Now we add a new item that lets the player jump short distances. The player can use this item to jump across narrow streams. He can also jump into lakes -- if he has the flippers, he'll dive in and start to swim; otherwise, he'll drown. Can the player jump into or across water if he's already standing on the ladder or raft? We have to write code to deal with that. What if the player tries to use the ladder or raft while in midair over water? Clearly that shouldn't be allowed. And wait -- what if he tries to jump while already in the water, swimming with the flippers?

Every new feature added exponentially increases the number of possible interactions, and thus the number of bugs, since some of these interactions are inevitably missed. Debugging starts to feel like a Sisyphean task, as the system becomes complex enough that a "fix" for one bug introduces a new bug somewhere else.

We tried several strategies to keep testing and debugging manageable: we recruited as many users as we could to perform beta testing; we decreased the time between releases of betas, to tighten the testing and feedback loop; we urged voluntary "feature freezes" where only changes to the code that fixed bugs, and added no new features, were allowed. These measures helped, but weren't enough: without managers or deadlines we simply didn't have the self-discipline to 1) carefully consider the long-term consequences of the changes we introduced; 2) adequately test our changes; or 3) force ourselves to slow down and ship something stable before moving on to the next Cool Thing.

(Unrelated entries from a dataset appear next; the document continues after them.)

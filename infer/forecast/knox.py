"""White noise behind a Gaussian beam, and the Gaussian (Knox) band-power covariance.

The noise spectrum of a white-noise map of depth σ (μK·arcmin), deconvolved by a Gaussian beam of full
width at half maximum θ (Knox 1995, Phys. Rev. D 52, 4307), is

    N_ℓ = (σ θ_arcmin)² · exp(ℓ(ℓ+1) θ² / (8 ln 2)),   returned as D-type ℓ(ℓ+1) N_ℓ / 2π in μK²,

with σ in μK·rad and θ in radians (B_ℓ² = exp(−ℓ(ℓ+1)θ²/(8 ln 2))). Polarisation noise is
σ_P = pol_noise_factor · σ_T; the noise of TE is zero and BB has the EE noise.

Per multipole, the estimates of the spectra of Gaussian fields on a fraction f_sky of the sky have the
covariance (Knox 1995 for TT; the TT–TE–EE cross terms follow from the same Gaussian (Wick) argument,
e.g. Zaldarriaga, Spergel & Seljak 1997, ApJ 488, 1 — cited from memory)

    Cov(Ĉ^{XY}_ℓ, Ĉ^{WZ}_ℓ) = [M^{XW}_ℓ M^{YZ}_ℓ + M^{XZ}_ℓ M^{YW}_ℓ] / ((2ℓ+1) f_sky),
    M^{XY}_ℓ = C^{XY}_ℓ + N^{XY}_ℓ,

and estimates at different ℓ are independent. Since D_ℓ is C_ℓ times a factor common to all kinds at
fixed ℓ, the same formula holds with D_ℓ throughout, which is what is coded. Band b averages D̂_ℓ with
top-hat weights w_bℓ = 1/n over its n multipoles, so Cov(b, b') = Σ_ℓ w_bℓ w_b'ℓ Cov_ℓ.

Several frequency channels (`cross_covariance`): with fields F = (X, i) for kind X ∈ {T, E} and channel
i, every band power is a cross-spectrum Ĉ^{XY}_{ij} of the maps of channels i and j, and the same Gaussian
(Wick) argument gives, per ℓ (the multi-spectrum Gaussian covariance of Tegmark, Taylor & Heavens 1997,
ApJ 480, 22, and of cross-spectrum analyses generally — common practice, cited from memory),

    Cov(Ĉ^{XY}_{ij}, Ĉ^{ZW}_{kl}) = [M^{XZ}_{ik} M^{YW}_{jl} + M^{XW}_{il} M^{YZ}_{jk}] / ((2ℓ+1) f_sky),
    M^{XY}_{ij} = S^{XY}_{ij} + δ_ij N^{XY}_i,

with S the sky (CMB plus foregrounds, after the instrument) and N the noise of channel i (auto spectra
only: the noise of different channels is independent). One channel gives back the formula above.

Assumptions: isotropic white noise, a Gaussian beam known exactly, no T–B or E–B correlation (parity),
and the f_sky-scaled full-sky mode count (mode coupling of a cut sky is neglected).
"""
from __future__ import annotations

import math
from typing import NamedTuple

import numpy as np

from infer.errors import UserError
from infer.theory.base import Spectra

_ARCMIN = math.pi / (180.0 * 60.0)   # one arcminute in radians

# Which fields a spectrum kind correlates.
FIELDS = {"TT": ("T", "T"), "TE": ("T", "E"), "EE": ("E", "E"), "BB": ("B", "B")}


def noise_dl(ell, noise_uK_arcmin: float, beam_fwhm_arcmin: float) -> np.ndarray:
    """White noise deconvolved by a Gaussian beam, as D-type ℓ(ℓ+1)N_ℓ/2π in μK² (Knox 1995)."""
    ell = np.asarray(ell, dtype=float)
    if noise_uK_arcmin == 0:
        return np.zeros_like(ell)
    theta = np.float64(beam_fwhm_arcmin) * _ARCMIN          # numpy floats: overflow gives inf
    l2 = ell * (ell + 1.0)
    with np.errstate(over="ignore", invalid="ignore"):
        n_ell = (np.float64(noise_uK_arcmin) * _ARCMIN) ** 2 * np.exp(l2 * theta**2 / (8.0 * math.log(2.0)))
        return l2 * n_ell / (2.0 * math.pi)


class KnoxBands(NamedTuple):
    """Bands of a mock experiment, grouped by kind in ``exp.spectra`` order, with their covariance."""

    kind: np.ndarray          # (N,) str
    ell_lo: np.ndarray        # (N,) int
    ell_hi: np.ndarray        # (N,) int
    ell_eff: np.ndarray       # (N,) float, band midpoint (the mean ℓ of a top-hat)
    covariance: np.ndarray    # (N, N) μK⁴, D_ℓ-type band powers


def needed_kinds(spectra_kinds) -> tuple[str, ...]:
    """Theory spectra the covariance of these band-power kinds involves."""
    fields = {f for k in spectra_kinds for f in FIELDS[k]}
    need = [f + f for f in "TEB" if f in fields]
    if "T" in fields and "E" in fields:
        need.append("TE")
    return tuple(need)


def theory_dl(exp, spectra: Spectra, kinds) -> dict[str, np.ndarray]:
    """D_ℓ at ℓ = 0 … exp.ell_max for the kinds asked, checked."""
    if spectra.ell_max < exp.ell_max:
        raise UserError(f"experiment {exp.name!r}: needs theory spectra up to ℓ = {exp.ell_max}, "
                        f"got ℓ ≤ {spectra.ell_max}")
    out = {}
    for kind in kinds:
        if kind not in spectra.dl:
            raise UserError(f"experiment {exp.name!r}: theory spectra lack {kind}, which "
                            f"{'/'.join(exp.spectra)} band powers or their covariance need")
        dl = np.asarray(spectra.dl[kind], dtype=float)
        if dl.ndim != 1 or dl.size < exp.ell_max + 1:
            raise UserError(f"experiment {exp.name!r}: theory {kind} has {dl.size} multipoles, "
                            f"needs {exp.ell_max + 1}")
        dl = dl[: exp.ell_max + 1]
        if not np.all(np.isfinite(dl[exp.ell_min:])):
            raise UserError(f"experiment {exp.name!r}: theory {kind} has NaN or infinite values")
        out[kind] = dl
    return out


def knox_covariance(exp, spectra: Spectra) -> KnoxBands:
    """Band edges and the Gaussian band-power covariance (TT–TE–EE cross terms included) of an
    `infer.forecast.experiment.Experiment` whose fiducial spectra are ``spectra``."""
    dl = theory_dl(exp, spectra, needed_kinds(exp.spectra))
    lo, hi = exp.bin_edges()
    nb, width = exp.n_bins, exp.bin_width
    ell = np.arange(exp.ell_min, exp.ell_min + nb * width)
    nt = noise_dl(ell, exp.noise_uK_arcmin, exp.beam_fwhm_arcmin)
    noise = {"TT": nt, "EE": nt * exp.pol_noise_factor**2, "BB": nt * exp.pol_noise_factor**2}
    zero = np.zeros(ell.size)

    def m(a: str, b: str) -> np.ndarray:
        key = a + b if a + b in ("TT", "TE", "EE", "BB") else b + a
        if key not in ("TT", "TE", "EE", "BB"):
            return zero                           # TB, EB: zero by parity
        if key not in dl:
            return zero                           # never read when not needed
        return dl[key][ell] + noise.get(key, zero)

    modes = (2.0 * ell + 1.0) * exp.fsky
    kinds = exp.spectra
    n = len(kinds) * nb
    cov = np.zeros((n, n))
    for p, kp in enumerate(kinds):
        x, y = FIELDS[kp]
        for q, kq in enumerate(kinds[p:], start=p):
            w, z = FIELDS[kq]
            per_ell = (m(x, w) * m(y, z) + m(x, z) * m(y, w)) / modes
            block = per_ell.reshape(nb, width).sum(axis=1) / width**2
            idx_p = p * nb + np.arange(nb)
            idx_q = q * nb + np.arange(nb)
            cov[idx_p, idx_q] = block
            cov[idx_q, idx_p] = block
    kind = np.repeat(np.array(kinds, dtype="<U2"), nb)
    return KnoxBands(kind=kind, ell_lo=np.tile(lo, len(kinds)), ell_hi=np.tile(hi, len(kinds)),
                     ell_eff=np.tile(0.5 * (lo + hi), len(kinds)), covariance=cov)


def cross_covariance(m_ell: np.ndarray, first, second, ell: np.ndarray, fsky: float,
                     bin_width: int) -> np.ndarray:
    """Gaussian band-power covariance of cross-spectra between fields (several channels).

    ``m_ell`` is (L, F, F): the signal-plus-noise matrix M_ℓ of the F fields (symmetric per ℓ) at the
    contiguous multipoles ``ell`` (L = n_bins · bin_width); spectrum s correlates fields ``first[s]``
    and ``second[s]``. Bands are ordered spectrum-major (all bins of spectrum 0, then spectrum 1, …),
    top-hat bins of ``bin_width`` multipoles. Returns the (S·n_bins, S·n_bins) covariance (see the module
    docstring for the formula); different bins are independent."""
    m_ell = np.asarray(m_ell, dtype=float)
    a = np.asarray(first, dtype=np.int64)
    b = np.asarray(second, dtype=np.int64)
    ell = np.asarray(ell, dtype=float)
    n_ell = ell.size
    if m_ell.shape[0] != n_ell or n_ell % bin_width:
        raise ValueError("m_ell must have one matrix per multipole of whole bins")
    nb, ns = n_ell // bin_width, a.size
    modes = (2.0 * ell + 1.0) * fsky
    per_ell = (m_ell[:, a[:, None], a[None, :]] * m_ell[:, b[:, None], b[None, :]]
               + m_ell[:, a[:, None], b[None, :]] * m_ell[:, b[:, None], a[None, :]]) / modes[:, None, None]
    binned = per_ell.reshape(nb, bin_width, ns, ns).sum(axis=1) / bin_width**2     # (nb, S, S)
    cov = np.zeros((ns, nb, ns, nb))
    idx = np.arange(nb)
    cov[:, idx, :, idx] = binned
    return cov.reshape(ns * nb, ns * nb)


__all__ = ["noise_dl", "KnoxBands", "knox_covariance", "cross_covariance", "theory_dl", "needed_kinds", "FIELDS"]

There are several measures open-source projects have taken to solve this problem: mandatory review of every change by a second developer; more central leadership with one person ultimately responsible for deciding which features to include and reject; separate branches for experimental new features still being worked on, and for well-tested new features that will definitely be included in the next release; etc. I woudn't start any new project with as large a scope as Zelda Classic without thinking very seriously about how to reign in feature creep, keep developers on target, and ensure development sticks to a coherent long-term plan.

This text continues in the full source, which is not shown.